Exercise brief: Using the data beneath this instruction, retype only the lines from the one that contains "the midpoint, where" down to the one that contains "changed, steps = with_changed_layers(scene)", both included, exactly as they appear.

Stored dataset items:
def answer_path(
    transmitter: Place,
    receiver: Place,
    frequency_mhz: float,
    when: datetime | None = None,
    ionosphere: IonosphereInput | None = None,
    *,
    station: Station | None = None,
    with_changes: bool = False,
) -> PathAnswer:
    """Which hand each wave arrives with, and which to switch to.

    Parameters
    ----------
    transmitter : Place
        The station that transmits.
    receiver : Place
        The station that receives; the same place is the vertical case.
    frequency_mhz : float
        Operating frequency, 0.5 to 60 [MHz].
    when : datetime, optional
        Instant; without a zone UTC; now if not given.
    ionosphere : IonosphereInput, optional
        What is known of the ionosphere; else the climatology at 120 sfu.
    station : Station, optional
        Antenna, feed and relay of the receiver; else an ideal switch.
    with_changes : bool
        Whether to add the times of that UTC day at which a wave comes or goes
        (some seconds) [1].

    Returns
    -------
    PathAnswer
        The answer.

    Raises
    ------
    InputError
        If an input is wrong.
    OutsideModelError
        If the date is outside the field model.
    """
    frequency = require_frequency(frequency_mhz)
    moment = instant(when)
    given = ionosphere or IonosphereInput()
    link = link_between(transmitter, receiver)
    require_length(link)
    scene = scene_of(link, [moment], given)
    overhead = scene.overheads[0]
    modes = _modes_at(scene, frequency)
    found = find_modes(scene, frequency, modes, 0)
    mufs = path_mufs(scene, found.hops)
    if _contradicts(mufs, found, frequency):
        mufs = path_mufs(scene, found.hops, wide=True)
    shifts = _doppler_shifts(scene, frequency, found, given)
    waves = tuple(_wave(scene, frequency, m, found, mufs, shifts) for m in MODES)
    pair = (waves[0], waves[1])
    antenna = None if station is None else _antenna(station, frequency, found, receiver)
    mid_latitude, mid_longitude = link.point(0.5)
    at_peak = field_at(mid_latitude, mid_longitude, overhead.hmf2, moment)
    gyro = float(gyrofrequency(flux_density(at_peak)))
    day = _changes_of_day(scene, moment, frequency, given) if with_changes else None
    return PathAnswer(
        schema=SCHEMA,
        transmitter=_end(transmitter),
        receiver=_end(receiver),
        time_utc=moment.strftime("%Y-%m-%dT%H:%M:%SZ"),
        frequency_mhz=frequency_mhz,
        path=_geometry(link),
        field=_midpoint_field(mid_latitude, mid_longitude, moment),
        ionosphere=MidpointIonosphere(
            source=overhead.source,
            fof2_mhz=overhead.fof2 / 1e6,
            fxf2_mhz=float(extraordinary_critical_frequency(overhead.fof2, gyro)) / 1e6,
            hmf2_km=overhead.hmf2 / 1e3,
            foe_mhz=None if overhead.foe is None else overhead.foe / 1e6,
            fof2_error_mhz=None if overhead.fof2_error is None else overhead.fof2_error / 1e6,
        ),
        waves=pair,
        antenna=antenna,
        advice=advice_on(
            Known(
                scene=scene,
                frequency=frequency,
                waves=pair,
                mufs=mufs,
                gyro=gyro,
                day=day,
                no_day=with_changes and day is None,
                station=station,
                antenna=antenna,
            )
        ),
    )


def _antenna(
    station: Station, frequency: float, found: ModesFound, receiver: Place
) -> AntennaOnPath | None:
    here = at_antenna(strongest(found.rays), receiver, frequency)
    relay = None if here is None else relay_at(station, frequency)
    return None if here is None or relay is None else antenna_on_path(relay, here)


def _end(place: Place) -> End:
    return End(
        name=place.name,
        latitude_deg=place.latitude_deg,
        longitude_deg=place.longitude_deg,
        locator=place.locator,
    )


def _geometry(link: Link) -> PathGeometry:
    latitude, longitude = link.point(0.5)
    one_place = link.distance < 1.0
    _, back = great_circle(
        link.receiver.latitude,
        link.receiver.longitude,
        link.transmitter.latitude,
        link.transmitter.longitude,
    )
    return PathGeometry(
        distance_km=link.distance / 1e3,
        bearing_deg=None if one_place else math.degrees(link.bearing),
        back_bearing_deg=None if one_place else math.degrees(float(back)),
        midpoint=Midpoint(
            latitude_deg=math.degrees(latitude), longitude_deg=math.degrees(longitude)
        ),
    )


def _midpoint_field(latitude: float, longitude: float, moment: datetime) -> MidpointField:
    b = field_at(latitude, longitude, FIELD_HEIGHT_KM * 1e3, moment)
    total = float(flux_density(b))
    return MidpointField(
        height_km=FIELD_HEIGHT_KM,
        flux_density_nt=total * 1e9,
        dip_deg=math.degrees(float(dip(b))),
        declination_deg=math.degrees(float(declination(b))),
        gyrofrequency_mhz=float(gyrofrequency(total)) / 1e6,
        model=MODEL,
    )


def _modes_at(scene: Scene, frequency: float) -> tuple[Mode, ...]:
    """Waves that the ionosphere can turn back at a frequency."""
    return MODES if frequency > scene.gyro_limit else (Mode.ORDINARY,)


def _contradicts(mufs: PathMufs, found: ModesFound, frequency: float) -> bool:
    """Whether a ray arrives above its wave's MUF, as strong tilts can make it."""
    for i, mode in enumerate(MODES):
        fewest = [r for r in found.rays if set(r.sequence) == {mode}]
        muf = float(mufs.any_layer[i, 0])
        if fewest and not muf >= 0.995 * frequency:
            return True
    return False


def _wave(
    scene: Scene,
    frequency: float,
    mode: Mode,
    found: ModesFound,
    mufs: PathMufs,
    shifts: dict[int, float],
) -> WaveOnPath:
    """One wave: its strongest ray leads; the others follow in order of level."""
    if mode not in found.fans:
        return WaveOnPath(
            wave=mode,
            arrives=False,
            reason=(
                f"{frequency / 1e6:.3f} MHz is at or below the gyrofrequency along the path "
                f"({scene.gyro_limit / 1e6:.3f} MHz at 100 km), where this wave is not turned back"
            ),
        )
    muf = float(mufs.any_layer[MODES.index(mode), 0]) / 1e6
    if any(set(r.sequence) == {mode} for r in found.rays):
        muf = max(muf, frequency / 1e6) if math.isfinite(muf) else frequency / 1e6
    muf_mhz = muf if math.isfinite(muf) else None
    margin = None if muf_mhz is None else muf_mhz - frequency / 1e6
    skip = skip_distance(found.fans[mode])
    skip_km = None if skip is None else skip / 1e3
    own = sorted((r for r in found.rays if r.wave is mode), key=lambda r: -r.level_db)
    strong = [r for r in own if r.absorption_db <= GREATEST_ABSORPTION_DB]
    if not strong:
        reason = _reason(scene, frequency, found.fans[mode])
        if own:
            reason = (
                f"it is absorbed by {own[0].absorption_db:.0f} dB, more than "
                f"{GREATEST_ABSORPTION_DB:.0f} dB"
            )
        return WaveOnPath(
            wave=mode,
            arrives=False,
            reason=reason,
            index=_turning_point(scene, frequency, mode),
            absorption_db=own[0].absorption_db if own else None,
            margin_mhz=margin,
            skip_km=skip_km,
            muf_mhz=muf_mhz,
        )
    answers = [_ray_answer(scene, r, margin, skip_km, shifts.get(id(r))) for r in strong]
    values = {f.name: getattr(answers[0], f.name) for f in fields(RayAnswer)}
    return WaveOnPath(**values, rays=tuple(answers[1:]), muf_mhz=muf_mhz)


def _ray_answer(
    scene: Scene,
    mode_ray: ModeRay,
    margin_mhz: float | None,
    skip_km: float | None,
    doppler_hz: float | None,
) -> RayAnswer:
    ray, mode, down = mode_ray.ray, mode_ray.wave, mode_ray.down
    receiver, transmitter = scene.link.receiver, scene.link.transmitter
    arriving = down.waves()[MODES.index(mode)]
    launched = mode_ray.up.waves()[MODES.index(mode_ray.sequence[0])]
    azimuth, elevation = azimuth_elevation(ray.launch, transmitter.latitude, transmitter.longitude)
    from_azimuth, from_elevation = azimuth_elevation(
        -ray.arrival, receiver.latitude, receiver.longitude
    )
    east, north, _ = local_axes(receiver.latitude, receiver.longitude)
    axis = major_axis_bearing(arriving, *wave_axes(down.wave_normal, down.field), east, north)
    hand = hand_of(arriving)
    ratio_db = _ratio_db(arriving)
    latitude, longitude = down.place
    other_db = 10.0 * math.log10(max(mode_ray.coupling, 1e-12))
    return RayAnswer(
        wave=mode,
        arrives=True,
        layer=mode_ray.layers[-1],
        hops=len(ray.tracks),
        label=mode_ray.label,
        sequence="".join(m.letter for m in mode_ray.sequence),
        launch=Launch(
            azimuth_deg=math.degrees(float(azimuth)),
            elevation_deg=math.degrees(float(elevation)),
            hand=hand_of(launched),
            axial_ratio_db=_ratio_or_none(_ratio_db(launched)),
        ),
        arrival=Arrival(
            azimuth_deg=math.degrees(float(from_azimuth)),
            elevation_deg=math.degrees(float(from_elevation)),
        ),
        group_path_km=ray.group_path / 1e3,
        group_delay_ms=ray.group_path / SPEED_OF_LIGHT * 1e3,
        phase_path_km=ray.phase_path / 1e3,
        apogee_km=ray.apogees[-1] / 1e3,
        index=_index(mode_ray.top, mode),
        absorption_db=mode_ray.absorption_db,
        level_db=mode_ray.level_db,
        margin_mhz=margin_mhz,
        skip_km=skip_km,
        receive_hand=hand,
        transmit_hand=hand.opposite,
        axial_ratio_db=_ratio_or_none(ratio_db),
        major_axis_bearing_deg=math.degrees(float(axis)),
        shape=shape_of(ratio_db),
        limiting=Limiting(
            height_km=down.height / 1e3,
            latitude_deg=math.degrees(latitude),
            longitude_deg=math.degrees(longitude),
            field_angle_deg=math.degrees(down.theta),
        ),
        other_wave_db=other_db if other_db > -60.0 else None,
        doppler_hz=doppler_hz,
    )


def _ratio_db(field: np.ndarray) -> float:
    return float(axial_ratio_db(field))


def _ratio_or_none(ratio_db: float) -> float | None:
    return ratio_db if ratio_db <= LARGEST_AXIAL_RATIO_DB else None


def _index(point: PlasmaPoint, mode: Mode) -> IndexAtApex:
    waves = characteristic_waves(point.X, point.Y, point.Z, point.theta)
    n = complex(waves.index[MODES.index(mode)])
    return IndexAtApex(
        height_km=point.height / 1e3,
        X=point.X,
        Y=point.Y,
        theta_deg=math.degrees(point.theta),
        mu=n.real,
        chi=abs(n.imag),
    )


def _reason(scene: Scene, frequency: float, fan: Fan) -> str:
    """Why no ray of a wave comes down at the receiver."""
    megahertz = f"{frequency / 1e6:.3f} MHz"
    ahead = [b for b in branches(fan) if b.greatest > 0.0]
    if not ahead:
        return f"{megahertz} passes through the ionosphere at every angle"
    skip, reach = min(b.least for b in ahead), max(b.greatest for b in ahead)
    distance = scene.link.distance
    if distance < skip:
        return (
            f"{megahertz} is above this wave's MUF for the path: it first comes down at "
            f"{skip / 1e3:.0f} km (skip distance)"
        )
    if distance > reach:
        return (
            f"one hop reaches {reach / 1e3:.0f} km at most, and none of the rays of several hops "
            "that were traced comes down here"
        )
    return "none of its rays comes down here: the path lies in a gap between those of two layers"


def _turning_point(scene: Scene, frequency: float, mode: Mode) -> IndexAtApex | None:
    """Overhead of the midpoint, where a wave sent straight up would be turned back."""
    latitude, longitude = scene.link.point(0.5)
    overhead = scene.overheads[0]
    height = np.arange(overhead.profiles.base, overhead.hmf2, 50.0)
    density, _ = overhead.profiles.at_height(height)
    X = plasma_ratio(density, frequency)
    _, _, up = local_axes(latitude, longitude)
    flux, _ = scene.field.at(up[:, None] * (EARTH_RADIUS + height))
    magnitude = flux_density(flux)
    Y = gyro_ratio(magnitude, frequency)
    level = 1.0 if mode is Mode.ORDINARY else 1.0 - Y
    reached = np.flatnonzero(X - level >= 0.0)
    if reached.size == 0:
        return None
    i = int(reached[0])
    theta = float(np.arccos(np.clip(up @ flux[:, i] / magnitude[i], -1.0, 1.0)))
    return IndexAtApex(
        height_km=float(height[i]) / 1e3,
        X=float(X[i]),
        Y=float(Y[i]),
        theta_deg=math.degrees(theta),
        mu=0.0,
        chi=0.0,
    )


def _doppler_shifts(
    scene: Scene, frequency: float, found: ModesFound, given: IonosphereInput
) -> dict[int, float]:
    """Doppler shift of every ray at the stated rates, by the ray's identity [Hz]."""
    fof2_rate, hmf2_rate = given.fof2_rate_mhz_per_h, given.hmf2_rate_km_per_h
    if fof2_rate is None and hmf2_rate is None:
        return {}
    changed, steps = with_changed_layers(scene)
    rates = np.array([(fof2_rate or 0.0) * 1e6, (hmf2_rate or 0.0) * 1e3]) / 3600.0
    return {
        id(ray): float(
            -frequency
            / SPEED_OF_LIGHT
            * (doppler_of_layers(changed, frequency, (0, 1, 2), ray) / steps @ rates)
        )
        for ray in found.rays
    }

Solved problem:
    """Overhead of the midpoint, where a wave sent straight up would be turned back."""
    latitude, longitude = scene.link.point(0.5)
    overhead = scene.overheads[0]
    height = np.arange(overhead.profiles.base, overhead.hmf2, 50.0)
    density, _ = overhead.profiles.at_height(height)
    X = plasma_ratio(density, frequency)
    _, _, up = local_axes(latitude, longitude)
    flux, _ = scene.field.at(up[:, None] * (EARTH_RADIUS + height))
    magnitude = flux_density(flux)
    Y = gyro_ratio(magnitude, frequency)
    level = 1.0 if mode is Mode.ORDINARY else 1.0 - Y
    reached = np.flatnonzero(X - level >= 0.0)
    if reached.size == 0:
        return None
    i = int(reached[0])
    theta = float(np.arccos(np.clip(up @ flux[:, i] / magnitude[i], -1.0, 1.0)))
    return IndexAtApex(
        height_km=float(height[i]) / 1e3,
        X=float(X[i]),
        Y=float(Y[i]),
        theta_deg=math.degrees(theta),
        mu=0.0,
        chi=0.0,
    )


def _doppler_shifts(
    scene: Scene, frequency: float, found: ModesFound, given: IonosphereInput
) -> dict[int, float]:
    """Doppler shift of every ray at the stated rates, by the ray's identity [Hz]."""
    fof2_rate, hmf2_rate = given.fof2_rate_mhz_per_h, given.hmf2_rate_km_per_h
    if fof2_rate is None and hmf2_rate is None:
        return {}
    changed, steps = with_changed_layers(scene)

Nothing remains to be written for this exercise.